The Christian Consumer: Living Faithfully in a Fragile World – Reviewed by Ron Spencer
by Ron Spencer
By Laura M. Hartman
Oxford University Press, November 2011
As a denomination of generous donors, Adventists surprisingly have yet to come into their own as a leading Christian voice on the theology of consumption. "Stewardship Man" Mel Rees, an Adventist polymorph in the 1950s-1980s, vastly influenced what many Adventists now popularly define as a theology of means. But Rees was a homegrown philosopher, and his views have been taught, informally and internally in the Church, but have never been transposed (pun intended, Rees was composer of some note), in an organized fashion for consumption in the larger Christian marketplace. Rather, Rees's work has primarily been used internally to provide a more biblical platform for fund-raising. This book will probably be an eye-opener to Adventist readers unversed in such concepts as "prosperity gospel," about which we read in the media, but which has far wider ethical and spiritual ramifications than usually cited there.

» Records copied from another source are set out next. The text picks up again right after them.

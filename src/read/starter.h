#ifndef READ_STARTER_H
#define READ_STARTER_H

/* The commented request that a user starts from; it reads clean with a shipped preset. */
const char *bh_starter(void);

#endif
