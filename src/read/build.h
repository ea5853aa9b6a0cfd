#ifndef READ_BUILD_H
#define READ_BUILD_H

#include <stdbool.h>

#include "model/request.h"
#include "read/conf.h"
#include "read/request.h"

/* From checked sections to the model. Each notes every problem it finds; false: some. A
 * section that is faulty was complained about and may lack what it must have: what is there
 * is looked at all the same, so that one run finds all problems of a file. */

bool bh_build_instrument(bh_instrument *instrument, bh_arena *arena,
			 const bh_conf_section *root, bh_problems *problems);

/* How much of a phase could be made. */
typedef enum {
	BH_BUILT_NOT,	 /* name, and share if it is given       */
	BH_BUILT_PLANES, /* also what targets need: cell and group, or the list */
	BH_BUILT	 /* all that it needs to be computed     */
} bh_built;

/* share_frac −1 when the file gives none. */
bh_built bh_build_phase(bh_phase *phase, bh_arena *arena, const bh_conf_section *section,
			bh_problems *problems);

/* A phase that is a cell with a space group, with or without atoms. */
bh_built bh_build_crystal(bh_phase *phase, bh_arena *arena, const bh_conf_section *section,
			  bh_problems *problems);

/* A phase that is a structure file. */
bh_built bh_build_file(bh_phase *phase, bh_arena *arena, const bh_conf_section *section,
		       bh_problems *problems);

/* Note an error of the physics at a place of the file; false. */
bool bh_build_note(bh_problems *problems, bh_place place, const bh_err *err);

/* Note a key that is given beside another that excludes it; true: it is not. */
bool bh_build_goes_with(const bh_conf_section *section, const char *key, const char *other,
			bh_problems *problems);

/* Add a plane (or a d of a list) to a phase's targets unless it stands there.
 *   returns  its index; SIZE_MAX: noted */
size_t bh_build_target(bh_phase *phase, bh_arena *arena, const bh_conf_value *value,
		       bh_problems *problems);

/* Phases, shares, specimen, aims, booking; anodes and limits when request->instrument is set. */
bool bh_build_request(bh_request *request, bh_arena *arena, const bh_conf_section *root,
		      const bh_read_options *options, bh_problems *problems);

#endif
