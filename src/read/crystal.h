#ifndef READ_CRYSTAL_H
#define READ_CRYSTAL_H

#include <stdbool.h>

#include "base/arena.h"
#include "base/err.h"
#include "base/text.h"
#include "model/phase.h"
#include "read/cif.h"

/* A structure file becomes the crystal of a phase. */

enum { BH_SITES_MOST = 100000 };

/* Read the structure of a CIF, packed by gzip or not.
 *   given    path   a file, or file#block: a data block by name, or by number from 1; without:
 *                   the first block with a cell
 *            asked  where the file was asked for, for problems that are no place in it
 *   returns  phase: kind, cell, group, sites, source, remarks; composition and density when
 *            there are no coordinates but a formula. bh_structure_resolve has run.
 *   false    noted: what cannot be read, and why */
bool bh_crystal_read(bh_phase *phase, bh_arena *arena, const char *path, bh_place asked,
		     bh_problems *problems);

/* What the parts of the reader share. */
typedef struct {
	const bh_cif *cif;
	const bh_cif_block *block;
	bh_phase *phase;
	bh_arena *arena;
	bh_problems *problems;
	const bh_cif_value *open_origin; /* a symbol that leaves two origins open; NULL */
	bh_space_group second;		 /* the group with the other origin             */
} bh_crystal;

/* Note what a user must know of; a '\n' in the text splits off what to do. */
void bh_crystal_remark(bh_crystal *crystal, bh_severity severity, bh_place place,
		       const char *format, ...) __attribute__((format(printf, 4, 5)));

/* Add a label to a list for a remark, not endlessly. */
void bh_crystal_list(bh_text *list, const char *label);

/* The place of an item's name; of the block when item is NULL. */
bh_place bh_crystal_place(const bh_crystal *crystal, const bh_cif_item *item);

/* The only value of the first of some names; NULL: not there, '?' or '.'. */
const bh_cif_value *bh_crystal_value(const bh_crystal *crystal, const char *names);

/* Operations, Hall symbol, Hermann-Mauguin symbol, number: the first that is there, for a cell
 * that is set. What the others say differently is remarked. */
bool bh_crystal_group(bh_crystal *crystal);

/* Sites with elements, places, occupancies and displacements, for a cell and group that are
 * set. Without coordinates: none, remarked. */
bool bh_crystal_sites(bh_crystal *crystal);

/* Of two origins the one that puts as many atoms into the cell as the formula says.
 *   false  noted: both do, or none */
bool bh_crystal_origin(bh_crystal *crystal);

/* Put sites that stand beside special positions on them; remark those that repeat others. */
bool bh_crystal_settle(bh_crystal *crystal);

/* Displacement tensors of the sites. */
bool bh_crystal_tensors(bh_crystal *crystal);

/* Formula, formula units, density, volume and clashes against what the file says; remarked. */
bool bh_crystal_compare(bh_crystal *crystal);

#endif
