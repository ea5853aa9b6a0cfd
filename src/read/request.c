#include "read/request.h"

#include <errno.h>
#include <stdio.h>
#include <stdlib.h>
#include <string.h>
#include <sys/stat.h>

#include "read/build.h"
#include "read/bytes.h"
#include "read/preset.h"

static bool unreadable(bh_problems *problems, const char *path, const char *why)
{
	bh_err err = { .code = BH_OK };

	bh_fail(&err, BH_BAD_SYSTEM, "cannot read: %s", why);
	snprintf(err.file, sizeof err.file, "%s", path);
	return bh_problem_add(problems, &err);
}

static bool is_path(const char *name)
{
	size_t n = strlen(name);

	return strchr(name, '/') || (n > 5 && strcmp(name + n - 5, ".conf") == 0);
}

/* A path that stands in a request leads on from the request's folder; where nothing lies
 * there, from the working folder. NULL: memory is out. */
static const char *from_folder_of(bh_arena *arena, const char *file, const char *name)
{
	const char *slash = strrchr(file, '/');
	struct stat info;
	char *path;

	if (!is_path(name) || name[0] == '/' || !slash)
		return name;
	path = bh_arena_format(arena, "%.*s/%s", (int)(slash - file), file, name);
	return !path || stat(path, &info) == 0 ? path : name;
}

static bool load_instrument(bh_request *request, bh_arena *arena,
			    const bh_conf_section *root, const bh_read_options *options,
			    bh_problems *problems)
{
	const bh_conf_entry *given = bh_conf_entry_of(root, "instrument");
	const char *name = options->instrument ? options->instrument
			   : given	       ? given->values[0].text
					       : "";
	bh_place place = options->instrument ? (bh_place){ "--instrument", 0, 0 }
			 : given	     ? given->values[0].place
					     : root->place;
	bh_err err = { BH_OK, 0, 0, "", "", "" };
	bh_instrument *instrument;
	const char *path;

	if (!options->instrument)
		name = from_folder_of(arena, root->place.file, name);
	if (!name) {
		problems->lost = true;
		return false;
	}
	if (!*name && problems->count > 0) /* it may stand in a line that is wrong */
		return false;
	if (!*name)
		return bh_problem(problems, place,
				  "the request names no instrument\nadd instrument = "
				  "\"strip-200\" or the path of a file; beamhour presets "
				  "lists them");
	if (!bh_preset_find(&path, arena, name, options->preset_dirs,
			    options->preset_dir_count, &err)) {
		problems->lost = problems->lost || err.code == BH_BAD_SYSTEM;
		return bh_problem(problems, place, "%s\n%s", err.what, err.hint);
	}
	if (!bh_instrument_read(&instrument, arena, name, path, problems))
		return false;
	request->instrument = instrument;
	return true;
}

bool bh_request_read_text(bh_request **request, bh_arena *arena, const char *name,
			  const char *text, size_t length, const bh_read_options *options,
			  bh_problems *problems)
{
	bh_conf_section *root;
	const char *file = bh_arena_text(arena, name);
	bool good;

	*request = bh_new(arena, bh_request, 1);
	if (!*request || !file) {
		problems->lost = true;
		return false;
	}
	snprintf((*request)->file, sizeof(*request)->file, "%s", file);
	good = bh_conf_read(&root, arena, BH_FILE_REQUEST, file, text, length, problems);
	if (!root)
		return false;
	/* go on with what is good: one run reports all problems */
	good = load_instrument(*request, arena, root, options, problems) && good;
	good = bh_build_request(*request, arena, root, options, problems) && good;
	if (problems->count > 1)
		qsort(problems->items, problems->count, sizeof *problems->items,
		      bh_conf_by_place);
	return good && !problems->lost && problems->count == 0;
}

bool bh_request_read(bh_request **request, bh_arena *arena, const char *path,
		     const bh_read_options *options, bh_problems *problems)
{
	bool standard = strcmp(path, "-") == 0, good;
	const char *name = standard ? "standard input" : path;
	struct stat info;
	FILE *stream;
	size_t length;
	char *bytes;

	if (!standard && stat(path, &info) == 0 && S_ISDIR(info.st_mode))
		return unreadable(problems, path, "it is a folder");
	stream = standard ? options->stdin_stream : fopen(path, "rb");
	if (!stream)
		return unreadable(problems, path, strerror(errno));
	good = bh_bytes_load(&bytes, &length, arena, name, stream, problems);
	if (!standard)
		fclose(stream);
	return good && bh_request_read_text(request, arena, name, bytes, length, options,
					    problems);
}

"The Christian Consumer: Living Faithfully in a Fragile World," by Laura M. Hartman, assistant professor of religion at Augustana College in Rock Island, Illinois, was released just yesterday and covers the various expressions of a theology of means from early Christian times.
That Hartman invokes Sabbath observance as a component of a theology of means and quotes the experience of Seventh-day Adventists in observing the day make the book particularly apropos to the Adventist reader. That the writings of the late theologian Jack Provonsha and of Adventist founder Ellen G. White are cited is encouraging; that the book finds that Adventists give top billing to vegetarianism and other practices on the basis of self-interest (better health, longer life, etc.), rather than social or ecological good, disappoints.

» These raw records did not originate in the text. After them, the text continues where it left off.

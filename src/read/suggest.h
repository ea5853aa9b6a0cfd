#ifndef READ_SUGGEST_H
#define READ_SUGGEST_H

#include <stddef.h>

/* The best of many words for what was written. Start with {0}; offer each; word is NULL when
 * none is near: an edit distance above 2 and a third of the word, or as long as a word. */
typedef struct {
	const char *word;
	size_t distance;
	char hint[96];
} bh_suggestion;

void bh_suggest(bh_suggestion *suggestion, const char *written, const char *offered);

/* The start of a hint: `did you mean "share"? `, or nothing. */
const char *bh_suggest_hint(bh_suggestion *suggestion);

/* How many bytes of a user's text to show in a message (for %.*s): up to most, and no part of
 * a character. */
int bh_suggest_cut(const char *text, size_t most);

#endif
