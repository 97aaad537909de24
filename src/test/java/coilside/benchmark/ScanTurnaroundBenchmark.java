package coilside.benchmark;

import coilside.board.Board;
import coilside.board.BoardException;
import coilside.board.driver.Boards;
import coilside.board.link.Link;
import coilside.board.link.LinkException;
import coilside.board.link.PortLocks;
import coilside.board.link.SerialLink;
import coilside.board.link.SerialSettings;
import coilside.board.profile.DeviceProfile;
import coilside.board.profile.ProfileReader;
import coilside.board.simulated.Firmware;
import coilside.board.simulated.FirmwareFaults;
import coilside.board.simulated.FirmwareReceiver;
import coilside.board.simulated.FirmwareServer;
import coilside.board.simulated.SimulatedBoards;
import coilside.shot.Receive;
import coilside.shot.Shot;
import coilside.signal.Scan;
import java.io.IOException;
import java.nio.file.Files;
import java.nio.file.Path;
import java.time.Clock;
import java.time.InstantSource;
import java.util.List;
import java.util.concurrent.TimeUnit;
import org.openjdk.jmh.annotations.Benchmark;
import org.openjdk.jmh.annotations.BenchmarkMode;
import org.openjdk.jmh.annotations.Fork;
import org.openjdk.jmh.annotations.Level;
import org.openjdk.jmh.annotations.Measurement;
import org.openjdk.jmh.annotations.Mode;
import org.openjdk.jmh.annotations.OutputTimeUnit;
import org.openjdk.jmh.annotations.Param;
import org.openjdk.jmh.annotations.Scope;
import org.openjdk.jmh.annotations.Setup;
import org.openjdk.jmh.annotations.State;
import org.openjdk.jmh.annotations.TearDown;
import org.openjdk.jmh.annotations.Warmup;

/**
 * One scan of 4096 points from a board that needs no time: all of it is host, firmware and wire, so
 * that it bounds the host's time between scans from above. It should stay under 2 ms at the median.
 */
@State(Scope.Thread)
@BenchmarkMode(Mode.SampleTime)
@OutputTimeUnit(TimeUnit.MILLISECONDS)
@Warmup(iterations = 3, time = 1)
@Measurement(iterations = 5, time = 1)
@Fork(1)
public class ScanTurnaroundBenchmark {
  private static final int POINTS = 4096;

  @Param({"scpi-console", "plain-line-console", "radio-frame"})
  public String profileName;

  @Param({"memory", "pseudoTerminal"})
  public String over;

  private final Shot shot = new Shot(8.09e6, 20, 0, List.of(new Receive(POINTS, 10e-6, 0)));
  private Path folder;
  private FirmwareServer server;
  private Board board;

  /** Gives the same counts every time. */
  private static final class Constant implements FirmwareReceiver {
    private final List<Counts> counts = List.of(new Counts(new double[POINTS], new double[POINTS]));

    @Override
    public List<Counts> play(Shot shot) {
      return counts;
    }

    @Override
    public void idle(double seconds) {}

    @Override
    public double temperatureCelsius() {
      return 25;
    }
  }

  @Setup(Level.Trial)
  public void open() throws IOException, BoardException {
    DeviceProfile profile =
        ProfileReader.read(Path.of("device-profiles", profileName + ".toml"))
            .profile()
            .orElseThrow();
    folder = Files.createTempDirectory("turnaround");
    Firmware firmware = new Firmware(profile, new Constant(), false, FirmwareFaults.none());
    board = Boards.open(profile, link(firmware), System::nanoTime, Clock.systemUTC(), true);
  }

  private Link link(Firmware firmware) throws LinkException {
    if (over.equals("memory")) {
      return SimulatedBoards.inProcess(firmware);
    }
    server = FirmwareServer.onPseudoTerminal(firmware, System::nanoTime);
    return SerialLink.open(
        server.address(),
        SerialSettings.at(115_200),
        new PortLocks(folder, "a benchmark", InstantSource.system()));
  }

  @Benchmark
  public Scan scan() throws BoardException {
    return board.play(shot);
  }

  @TearDown(Level.Trial)
  public void close() throws IOException {
    board.close();
    if (server != null) {
      server.close();
    }
    try (var files = Files.list(folder)) {
      for (Path file : files.toList()) {
        Files.delete(file);
      }
    }
    Files.delete(folder);
  }
}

The author begins by pointing out that unlike other mammals, humans "are not doomed to overgrazing; unlike deer, we can make conscious choices. We differ from most nonhuman animals in our propensity to consume beyond basic animal needs."
She continues, "Consumption ethics is, at bottom, a species of stewardship ethics, asking questions such as: what does God intend for humans in their interactions with the material world? What is creation, and what are humans to do with it?"
She then enumerates four central goals she regards as necessary in any viable theology of means: To avoid sin, to embrace creation, to love the neighbor, and to envision the future.
Christians must consume to live, she posits, but the way we go about consuming and the selections of what to consume and to what extent we consume them have strong moral implications. The book then explores various approaches to Christian consumerism, dating back to the early days of Christianity and including the present.
The author seems favorable toward ascetic approaches to Christian consuming—views that most deeply conservative Adventists, influenced by the writings of Ellen G. White, would find reassuring. She seems far less convinced of the overall ethical value of a Prosperity Gospel that proposes that God wants all his children to be rich with goods of this world, and that a Christian without surplus means is somehow less than faithful.
Adventist readers will be pleased by statements like the following: “A countercultural movement like Sabbath Economics sees the everyday world of market idolatry and consumerism as a threat to individual, community, and planetary wellbeing. By contrast an oasis like the Sabbath represents a safe haven, a time to prepare to face the onslaught of non-Sabbath society the other six days of the week.” These are views well worth exploring in Sabbath school lessons and seminars and could serve as a basis for introducing the general public to some of the prime attractions of Adventism. This short (193 pages plus end notes) is recommended as a primer to current thought in Christianity regarding how to deal with scarcity and plenty.